Yes. So this is Jeff. I'll take the first shot at that. I guess what I'll start with is, that we don't really give forward guidance on our distribution. That is absolutely at the discretion of our board. What I can tell you is that obviously, we don't take dividend increases like we'd make in the past lightly. We always do that with an eye to the sustainability of those distributions. So we wouldn't have gone to the $0.22 per unit if we didn't feel comfortable that, that was sustainable. And as you may remember, or at least those of you that have been unitholders for a while, we had been talking about further increases in the distribution. And since that time, at least through '12, the board has decided to hold the $0.22 constant. And that, of course, is due to a number of factors. I mean, as I mentioned, NGL, ethane, in particular, fell 70% over the course of 2012. That's an important product that we produce, both in our Midstream and Upstream businesses. And then the second item that kind of weighs on the DCF, and that really was one of the major drivers to the coverage ratio of 0.9 in the quarter, was all of the spending that we're doing in that facility in Southern Alabama. As I mentioned in my remarks, we spent over $6 million -- well, well over $6 million around that project over the quarter. We've classified over $6 million of it as maintenance capital. And if you back that amount out, which while we certainly think it's appropriately classified as maintenance, not growth capital, it is sort of onetime spending, you back that out and we were at 1.1x. And I guess all of that just to say that no one is more interested in distribution increases than the team sitting around the room here.

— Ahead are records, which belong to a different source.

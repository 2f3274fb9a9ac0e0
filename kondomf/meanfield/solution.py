"""A solution with the evidence for what it is."""

from collections.abc import Sequence
from dataclasses import dataclass, field
from typing import Any

import numpy as np
from numpy.typing import NDArray

from kondomf.meanfield.problem import Point
from kondomf.meanfield.starts import Start, carried_over
from kondomf.meanfield.zero_modes import SoftMode, ZeroModes
from kondomf.meanfield.zone import ZoneRule
from kondomf.model import MeanFieldModel
from kondomf.model.majorana import ELECTRON, SPINON, majorana, spin

Array = NDArray[np.float64]


SAME_ENERGY, SAME_SIZE = 1e-9, 1e-3
"""Ends of closer F (relative to its size) and closer order parameters are one state: see `Trial.same_state`."""


@dataclass(frozen=True)
class Trial:
    """How one start ended, by quantities that gauge transformations, symmetries and domains leave alone.

    hybridization : root mean square of <i chi^mu eta^nu> over mu, nu and sites (those between sites included in the
    sum). spin_moment, electron_moment : root mean square over sites of the size of <S> and <s>. net_moment : size of
    the mean <S>; it tells a ferromagnet from the antiferromagnets that a Kitaev magnet may hold at the same F.
    Moments in units of hbar.
    """

    start: str
    status: str
    free_energy_meV_per_cell: float
    hybridization: float
    spin_moment: float
    electron_moment: float
    net_moment: float

    def same_state(self, other: "Trial") -> bool:
        """True if both agree in F and in every order parameter.

        F of converged ends is good to 1e-11 of the largest coupling and tells most states apart by itself: the
        tolerance leaves room for soft modes. Copies of a state in other gauges, domains and rotated copies agree
        exactly, as far as the zone rule has the symmetry that relates them ("midpoint" breaks the threefold one).
        """
        one, two = self.free_energy_meV_per_cell, other.free_energy_meV_per_cell
        return abs(one - two) <= SAME_ENERGY * abs(two) and all(
            abs(getattr(self, name) - getattr(other, name)) < SAME_SIZE for name in ORDER_PARAMETERS
        )


ORDER_PARAMETERS = ("hybridization", "spin_moment", "electron_moment", "net_moment")


def moments(model: MeanFieldModel, correlators: Array, species: int) -> Array:
    """<S> (or <s>) of every site along the spin axes, (sites, 3), in units of hbar, from all correlators (NR, n, n)."""
    home = correlators[np.flatnonzero(~model.lattice_vectors.any(axis=1))[0]]
    blocks = [home[a : a + 4, a : a + 4] for a in (majorana(i, species, 0) for i in range(model.cell.n_sites))]
    return np.array([[sum(x * block[mu, nu] for x, mu, nu in s) for s in spin("so4")] for block in blocks])


def trial(model: MeanFieldModel, start: str, status: str, point: Point) -> Trial:
    """How a start ended at `point`."""
    sites = model.cell.n_sites
    w = point.p[model.hybridization]
    spins, electrons = (moments(model, point.state.correlators, species) for species in (SPINON, ELECTRON))
    return Trial(
        start,
        status,
        point.free_energy / model.cell.size,
        float(np.sqrt(w @ w / (16 * sites))),
        float(np.sqrt((spins**2).sum() / sites)),
        float(np.sqrt((electrons**2).sum() / sites)),
        float(np.linalg.norm(spins.mean(axis=0))),
    )


def grouped(trials: Sequence[Trial]) -> list[list[int]]:
    """Numbers of the trials that ended in each state, states and trials in the order given."""
    result: list[list[int]] = []
    for i, one in enumerate(trials):
        home = next((group for group in result if one.same_state(trials[group[0]])), None)
        if home is None:
            result.append([i])
        else:
            home.append(i)
    return result


def distinct_minima(trials: Sequence[Trial]) -> tuple[tuple[Trial, int], ...]:
    """The distinct minima among `trials`, lowest first, and how many trials ended in each."""
    ends = sorted((t for t in trials if t.status == "minimum"), key=lambda t: t.free_energy_meV_per_cell)
    return tuple((ends[group[0]], len(group)) for group in grouped(ends))


def chance_of_another(found: Sequence[int]) -> float | None:
    """Good-Turing estimate of the chance that one more start ends in a minimum not met yet; None without any minimum.

    `found` holds how many starts ended in each minimum. The estimate is the share of starts whose minimum no other
    start met, and the chance that a missed one lies lower is at most this. It takes the starts for independent draws
    from one distribution. Standard starts are chosen to differ, so that among them a minimum met once is no surprise:
    the estimate errs on the high side for a further random start, and it knows nothing of minima that no random start
    can reach. Source: Biometrika 40, 237 (1953), "The population frequencies of species and the estimation of
    population parameters" (from memory).
    """
    return sum(count == 1 for count in found) / sum(found) if found else None


def chance_not_excluded(starts: int, confidence: float = 0.95) -> float:
    """Chance q of a new minimum that `starts` starts without one leave open: (1 - q)^starts = 1 - confidence.

    What a Good-Turing estimate of zero means for a finite number of starts.
    """
    return float(1 - (1 - confidence) ** (1 / starts))


@dataclass(frozen=True)
class Solution:
    """A stationary Gaussian state (or the best reached) of a model on a zone rule.

    Attributes
    ----------
    phi, p : (N,) fields in meV and correlators of the channels.
    correlators : (NR, n, n) <i gamma_a(0) gamma_b(R)> for all Majoranas, R over model.lattice_vectors.
    multipliers : (M,) meV, named by model.constraint_names; the first is -mu.
    free_energy_meV_per_cell : F = <H> - T S at fixed filling, without mu N, per primitive cell.
    status : "minimum", "minimum-in-class", "saddle" or "not-converged"; `message` says why.
    residual_meV : largest residual component, in a class that of the fields it leaves free; residual_full_space_meV :
        of all fields. A class that is no symmetry of the model (no moments in a magnetic field) leaves one.
    curvature_min : lowest curvature in the searched class, for a decoupled state over its gauge copies.
    curvatures : the lowest dozen, ascending; curvature_full_space : lowest in the space of all fields.
    soft_mode : lowest mode in that space that is no zero mode, for an unstable decoupled state of its softest copy.
    zone_error_meV : change of F when the grid is doubled at frozen mean fields.
    evaluations : Bloch matrices diagonalised, all starts and error estimates included.
    trials : how the starts ended, on the grid that was searched (the coarser one where there are two).
    found : starts of the search that ended in this state.
    others : the other distinct minima that the search met (saddles too where they are kept), with their own
        certificates, lowest first; at most `search.MOST_KEPT` states are kept in all.
    ended_lower : the lowest start that ended below this state without reaching a minimum, if any.
    history : per step (name, matrices, F in meV per magnetic cell, largest residual in meV).
    """

    model: MeanFieldModel
    zone: ZoneRule
    phi: Array
    p: Array
    correlators: Array
    multipliers: Array
    free_energy_meV_per_cell: float
    entropy_kB_per_cell: float
    status: str
    message: str
    phase_class: str
    start: str
    residual_meV: float
    residual_full_space_meV: float
    constraint_error: float
    curvature_min: float | None
    curvature_full_space: float | None
    curvatures: tuple[float, ...]
    zero_modes: ZeroModes | None
    soft_mode: SoftMode | None
    zone_error_meV: float | None
    evaluations: int
    wall_seconds: float
    history: tuple[tuple[str, int, float, float], ...]
    trials: tuple[Trial, ...]
    found: int
    others: tuple["Solution", ...] = field(repr=False)
    ended_lower: Trial | None
    inputs: dict[str, Any] = field(repr=False)

    @property
    def chemical_potential_meV(self) -> float:
        return -float(self.multipliers[0])

    @property
    def filling(self) -> float:
        """Electrons per conduction site of the state itself."""
        return 1 + float(self.model.c[0] @ self.p) / self.model.cell.n_sites

    @property
    def minima(self) -> tuple["Solution", ...]:
        """This state and the others that the search kept, those that are minima, lowest first."""
        return tuple(state for state in (self, *self.others) if state.converged)

    @property
    def converged(self) -> bool:
        return self.status in ("minimum", "minimum-in-class")

    def starts(self, model: MeanFieldModel) -> list[Start]:
        """This state and the others as starts in `model`, which may hold other channels: "kept 1" is this one."""
        states = (self, *self.others)
        return [carried_over(model, f"kept {i}", state.model.table, state.p) for i, state in enumerate(states, 1)]
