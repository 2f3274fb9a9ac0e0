"""How a solution responds to temperature, field and chemical potential, its mean fields following.

Temperature, the three components of a magnetic field and the chemical potential are forcings f_i of the mean-field
Hamiltonian. The correlators depend on phi/T alone, so that dT acts like the field change -phi/T in every channel:
one set of second derivatives serves all of them.
"""

from collections.abc import Iterator
from dataclasses import asdict, dataclass
from itertools import product
from typing import Any

import numpy as np
from numpy.typing import NDArray
from scipy.constants import N_A
from scipy.linalg import block_diag

from kondomf.material import Material, material_from_dict
from kondomf.meanfield.curvature import spectral_form
from kondomf.meanfield.engine import Engine, engine_for
from kondomf.meanfield.evaluate import Complex, Evaluation, bloch_matrix, decompositions, lattice_sum, thermal_weight
from kondomf.meanfield.solution import Solution
from kondomf.meanfield.zero_modes import ZERO, conserving_generators
from kondomf.meanfield.zone import ZoneRule, uniform
from kondomf.model import MeanFieldModel
from kondomf.model.majorana import ELECTRON, SPINON, majorana, spin
from kondomf.model.symmetries import field_matrices, rotated
from kondomf.units import BOHR_MAGNETON, MEV

Array = NDArray[np.float64]

TEMPERATURE, FIELD, POTENTIAL = 0, slice(1, 4), 4
"""The forcings: k_B T, the field along the spin axes x, y, z, the chemical potential."""
COUPLED = 1e-5
"""A forcing with a smaller share (of its bare response, as a root) in a mode does not act on it."""
STATIONARY = 1e-7
"""Largest residual, in units of the largest coupling, of a state that is stationary in the space of all fields."""
ROUNDING = 1e-20
"""A field or potential whose bare response is below this fraction of the usual commutes with the Hamiltonian."""
FULL = 10
"""A response takes about as long as this many evaluations."""
NUMBERS = 2**18
"""Numbers in one block of matrices of a forcing; bounds the memory."""
EMU_PER_MOL = N_A * BOHR_MAGNETON * MEV * 1e-1
"""Molar susceptibility in emu/mol of one Bohr magneton per tesla: N_A mu_B, 1 J/T = 1e3 emu and 1 T = 1e4 Oe."""

HEAT, SPIN = "specific_heat_kB_per_cell", "spin_susceptibility_muB_per_tesla_per_cell"
CHARGE, SLOPE = "compressibility_per_meV", "chemical_potential_slope_kB"


@dataclass(frozen=True)
class Thermodynamics:
    """Second derivatives of the free energy at a solution, per primitive cell (two spins, two conduction sites).

    Attributes
    ----------
    entropy_kB_per_cell : S = -dF/dT.
    specific_heat_kB_per_cell : C = T dS/dT at fixed filling and field.
    spin_susceptibility_muB_per_tesla_per_cell : (3, 3) chi_ab = -d2F/dB_a dB_b at fixed filling, spin axes; infinite
        where the field turns moments at no cost. Spin magnetism of spins and electrons, no orbital magnetism. A limit
        of the method: spins that nothing couples have half of Curie's law, as half of their parton states hold no spin.
    compressibility_per_meV : dn/dmu of the electrons per conduction site at fixed temperature and field.
    chemical_potential_slope_kB : dmu/dT at fixed filling and field.
    zone_errors : by name, relative change (0 to 1) of specific heat, susceptibility and compressibility at frozen mean
        fields when the grid is doubled; large at temperatures below the level spacing of the grid.
    remarks : by name of the quantity, why it is None or infinite, or what it leaves out.
    """

    entropy_kB_per_cell: float
    specific_heat_kB_per_cell: float | None
    spin_susceptibility_muB_per_tesla_per_cell: Array | None
    compressibility_per_meV: float | None
    chemical_potential_slope_kB: float | None
    zone_errors: dict[str, float]
    remarks: dict[str, str]

    @property
    def spin_susceptibility_emu_per_mol(self) -> Array | None:
        """The spin susceptibility (3, 3) in cgs units per mole of primitive cells."""
        chi = self.spin_susceptibility_muB_per_tesla_per_cell
        return None if chi is None else EMU_PER_MOL * chi

    def to_dict(self) -> dict[str, Any]:
        """Plain numbers and lists for JSON, which knows no infinity: None, with the remark that says so."""
        result = asdict(self)
        chi = self.spin_susceptibility_muB_per_tesla_per_cell
        if chi is not None:
            result[SPIN] = [[x if np.isfinite(x) else None for x in row] for row in chi.tolist()]
        if self.compressibility_per_meV is not None and not np.isfinite(self.compressibility_per_meV):
            result[CHARGE] = None
        return result


def thermodynamics(solution: Solution) -> Thermodynamics:
    """Specific heat, spin susceptibility and compressibility of a minimum, with the feedback of the mean fields.

    With M = R R^T the constrained response as in the curvature, its rows R_p of the channels and R_i of the forcings:
    -d2F/dx_i dx_j = R_i (1 + R_p^T V R_p)^-1 R_j^T. Specific heat and susceptibility constrain the density, the
    compressibility does not. A state that is no minimum has None throughout, with the reason in `remarks`; numerical
    failure raises nothing.
    Source: implicit differentiation of the stationary Gibbs-Bogoliubov free energy (random-phase approximation).
    """
    model, reason = solution.model, _no_equilibrium(solution)
    if reason:
        return _refused(solution, reason)
    matrices = _forcing_matrices(model, material_from_dict(solution.inputs))
    engine = engine_for(FULL * len(solution.zone.k) * model.n_majorana**2)
    state = engine.evaluate(model, solution.zone, solution.phi)
    try:
        bare = _bare_response(model, solution.zone, state, matrices, engine)
        closed, open_ = (_second_derivatives(model, bare, fixed_filling=fixed) for fixed in (True, False))
    except np.linalg.LinAlgError as error:
        return _refused(solution, f"linear algebra failed: {error}")
    heat = closed.values[TEMPERATURE, TEMPERATURE]
    charge, drift = open_.values[POTENTIAL, [POTENTIAL, TEMPERATURE]]
    steady = np.isfinite(heat) and not closed.unstable[TEMPERATURE]
    return Thermodynamics(
        entropy_kB_per_cell=solution.entropy_kB_per_cell,
        specific_heat_kB_per_cell=float(model.temperature * heat / model.cell.size) if steady else None,
        spin_susceptibility_muB_per_tesla_per_cell=None
        if closed.unstable[FIELD].any()
        else closed.values[FIELD, FIELD] / (BOHR_MAGNETON * model.cell.size),
        compressibility_per_meV=float(charge / model.cell.n_sites),
        chemical_potential_slope_kB=float(-drift / charge) if charge and np.isfinite([charge, drift]).all() else None,
        zone_errors=_zone_errors(solution, matrices, bare),
        remarks=_remarks(solution, closed, open_, _told_apart(solution, state, matrices)),
    )


@dataclass(frozen=True)
class _Derivatives:
    """Minus the second derivatives of F (5, 5) by the forcings, infinite along zero modes; which forcings (5,) act on
    a mode of negative curvature."""

    values: Array
    unstable: NDArray[np.bool_]


def _refused(solution: Solution, reason: str) -> Thermodynamics:
    remarks = dict.fromkeys((HEAT, SPIN, CHARGE, SLOPE), reason)
    return Thermodynamics(solution.entropy_kB_per_cell, None, None, None, None, {}, remarks)


def _no_equilibrium(solution: Solution) -> str:
    """Why the state has no thermodynamic derivatives; empty if it has."""
    if not solution.converged:
        return f"the state is no minimum ({solution.status}): {solution.message}"
    if not solution.residual_full_space_meV <= STATIONARY * solution.model.scale:
        return (
            f'the state is stationary only within its class ("{solution.phase_class}"), so that its F is no free '
            'energy of equilibrium; solve with search.phase = "any"'
        )
    return ""


def _forcing_matrices(model: MeanFieldModel, material: Material) -> Complex:
    """Change of h(k), equal at all k: per tesla along x, y, z and per meV of the chemical potential, (4, n, n)."""
    n = model.n_majorana
    matrices = np.zeros((4, n, n), dtype=complex)
    layers = (
        (SPINON, material.spin_layer.g_tensor, spin(material.mean_field.exchange_form)),
        (ELECTRON, material.conduction_layer.g_tensor, spin("so4")),
    )
    for species, g, operators in layers:
        for site, (b, operator) in product(range(model.cell.n_sites), enumerate(operators)):
            for x, mu, nu in operator:
                i, j = majorana(site, species, mu), majorana(site, species, nu)
                matrices[:3, i, j] += 2j * x * BOHR_MAGNETON * g[:, b]
                matrices[:3, j, i] -= 2j * x * BOHR_MAGNETON * g[:, b]
    onsite = np.ones((1, len(model.lattice_vectors)), dtype=complex)
    matrices[3] = bloch_matrix(model, -model.c[0], onsite)[0]
    return matrices


Block = tuple[slice, Complex, Array, Array, Complex]
"""Part of the zone, eigenvectors U (Nk, n, n), weights (Nk,), X (Nk, n, n), forcings U+ D U (5, Nk, n, n)."""


def _blocks(model: MeanFieldModel, zone: ZoneRule, phi: Array, matrices: Complex) -> Iterator[Block]:
    """The forcings in the eigenbasis of h(k); temperature, with its field change -phi/T, is the diagonal -e/T."""
    n = model.n_majorana
    step = max(1, NUMBERS // n**2)
    for part, _, energies, vectors in decompositions(model, zone, phi):
        for start in range(0, len(energies), step):
            e, u = energies[start : start + step], vectors[start : start + step]
            here = slice(part.start + start, part.start + start + len(e))
            adjoint = u.conj().swapaxes(1, 2)
            d = np.stack([-e[:, :, None] / model.temperature * np.eye(n), *(adjoint @ f @ u for f in matrices)])
            yield here, u, zone.weight[here], thermal_weight(e, model.temperature), d


def _among_forcings(model: MeanFieldModel, zone: ZoneRule, phi: Array, matrices: Complex) -> Array:
    """Minus the response of the forcings to each other at frozen mean fields, (5, 5): the sum of X D D* / 4."""
    among = np.zeros((1 + len(matrices),) * 2)
    for _, _, w, x, d in _blocks(model, zone, phi, matrices):
        among += np.tensordot(w[:, None, None] * x * d, d.conj(), axes=([1, 2, 3], [1, 2, 3])).real / 4
    usual = np.abs(matrices).max(axis=(1, 2)) ** 2 / model.scale
    nothing = among.diagonal() <= np.concatenate([[0.0], ROUNDING * usual])
    among[nothing], among[:, nothing] = 0.0, 0.0
    return among


def _bare_response(
    model: MeanFieldModel, zone: ZoneRule, state: Evaluation, matrices: Complex, engine: Engine
) -> Array:
    """Minus the response at frozen mean fields of the active channels, then the forcings, (Na + 5, Na + 5).

    A forcing changes tanh(h/2T) by U (X o U+ D U) U+, and with it the correlators.
    """
    change = np.zeros((1 + len(matrices), *state.correlators.shape))
    for here, u, w, x, d in _blocks(model, zone, state.phi, matrices):
        phases = model.phases(zone.k[here])
        for total, forcing in zip(change, d, strict=True):
            total += lattice_sum(phases, w, u @ (x * forcing) @ u.conj().swapaxes(1, 2))
    r, a, b = (axis[model.active] for axis in model.position)
    onto = -change[:, r, a, b]
    among = _among_forcings(model, zone, state.phi, matrices)
    onto[among.diagonal() == 0] = 0.0
    return np.block([[-engine.response(model, zone, state, model.active), onto.T], [onto, among]])


def _second_derivatives(model: MeanFieldModel, bare: Array, *, fixed_filling: bool) -> _Derivatives:
    """The forcings as further channels of the spectral form, scaled to its size so that no weak one drowns in it."""
    active = model.active
    n, count = len(active), len(bare) - len(active)
    unit = float(bare.diagonal()[:n].max(initial=0.0)) or 1.0
    size = np.sqrt(bare.diagonal()[n:] / unit)
    scale = np.concatenate([np.ones(n), np.divide(1, size, out=np.zeros(count), where=size > 0)])
    v = block_diag(model.v[np.ix_(active, active)], np.zeros((count, count)))
    c = np.zeros((len(model.c), n + count))
    c[1:, :n] = model.c[1:, active]
    c[0, n + POTENTIAL] = fixed_filling
    form = spectral_form(bare * np.outer(scale, scale), c, v)
    e, rows = form.eigenvalues, form.root_vectors[n:]
    zero = np.abs(e) < ZERO
    values = rows[:, ~zero] / e[~zero] @ rows[:, ~zero].T * np.outer(size, size)
    free = rows[:, zero] @ rows[:, zero].T / unit
    shares = np.sqrt(free.diagonal())
    acts = shares > COUPLED
    diverges = np.outer(acts, acts) & (np.abs(free) > COUPLED * np.outer(shares, shares))
    values = np.where(diverges, np.copysign(np.inf, free), values)
    unstable = (np.abs(rows[:, e < -ZERO]) > COUPLED * np.sqrt(unit)).any(axis=1)
    return _Derivatives(values, unstable)


def _told_apart(solution: Solution, state: Evaluation, matrices: Complex) -> NDArray[np.bool_]:
    """Which forcings of (4, n, n) tell states of equal F apart that the broken generators turn into each other, (4,).

    Their linear response is that of the orientation found; a finite forcing may turn the state to another.
    """
    model, modes = solution.model, solution.zero_modes
    if modes is None or modes.count == modes.gauge:
        return np.zeros(len(matrices), dtype=bool)
    if modes.unexplained:
        return np.ones(len(matrices), dtype=bool)
    told = np.zeros(len(matrices), dtype=bool)
    fields = field_matrices(model, solution.phi)
    for generator in conserving_generators(model, state.correlators):
        broken = np.abs(rotated(model, fields, generator.x)).max() > STATIONARY * model.scale
        if broken and not generator.gauge:
            turned = np.abs(matrices @ generator.x - generator.x @ matrices).max(axis=(1, 2))
            told |= turned > 1e-9 * np.abs(matrices).max(axis=(1, 2))
    return told


def _remarks(solution: Solution, closed: _Derivatives, open_: _Derivatives, told: NDArray[np.bool_]) -> dict[str, str]:
    """Why a quantity is None or infinite, or what its value leaves out."""
    saddle = "the state is a saddle in the directions in which this forcing acts"
    diverges = f"diverges: the forcing acts along a mode of no curvature (below {ZERO:g}), as of a broken symmetry"
    found = "of the orientation found: others have the same F, and a finite forcing may prefer one of them"
    remarks: dict[str, list[str]] = {name: [] for name in (HEAT, SPIN, CHARGE, SLOPE)}
    for name, part in ((HEAT, TEMPERATURE), (SPIN, FIELD)):
        if np.any(closed.unstable[part]):
            remarks[name].append(saddle)
        elif not np.isfinite(closed.values[part, part]).all():
            remarks[name].append(diverges)
    charge = open_.values[POTENTIAL, POTENTIAL]
    if np.isinf(charge):
        remarks[CHARGE].append(diverges)
    elif charge < 0:
        remarks[CHARGE].append("negative: in contact with a reservoir the state separates into unlike fillings")
    if not charge or np.isinf(charge):
        remarks[SLOPE].append("not defined: the filling does not answer to the chemical potential, or without limit")
    if told[:3].any():
        remarks[SPIN].append(found)
    if told[3]:
        remarks[CHARGE].append(found)
    if not solution.inputs["mean_field"].get("magnetic_channel", True):
        remarks[SPIN].append("magnetic channel off: of the mean fields only bonds and hybridizations respond")
    return {name: "; ".join(texts) for name, texts in remarks.items() if texts}


def _zone_errors(solution: Solution, matrices: Complex, bare: Array) -> dict[str, float]:
    model = solution.model
    doubled = uniform(2 * solution.zone.points, solution.zone.offset)
    one, two = bare.diagonal()[len(model.active) :], _among_forcings(model, doubled, solution.phi, matrices).diagonal()
    change = np.abs(two - one) / np.maximum(np.maximum(one, two), 1e-300)
    parts = ((HEAT, TEMPERATURE), (SPIN, FIELD), (CHARGE, POTENTIAL))
    return {name: float(change[part].max()) for name, part in parts}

And we realize how important that is to both you guys and all of our unitholders. So that's why we do things like the BP acquisition. It's why we do things like continue to drill attractive locations on the Upstream side is to generate higher cash flows that we can then pay out to you.

Operator

I'm not showing any further questions at this time. I'd like to turn the call back to Joe Mills for closing remarks.

Joseph A. Mills

Well, thank you. Well, first off, thank you for participating in today's call. I think second, I hope you can tell we're very pleased with the fourth quarter results. I think it's important, to Jeff's very good commentary right there at the end, absent the shutdown at BEC, which impacted our adjusted EBITDA by almost $6 million, we would have reported a record quarter of almost $72 million. So we feel very good, very excited about 2013. We're very pleased. The Midstream Business is definitely has a lot of momentum behind it. We think our Upstream business with SCOOP has a lot of momentum behind. So we're looking forward to a very active 2013. So with that, I appreciate everybody's time and attention, and we look forward to talking to you here very soon. Thank you.

Operator

Ladies and gentlemen, thank you for participating in today's conference. This does conclude the program, and you may all disconnect. Everyone, have a great day.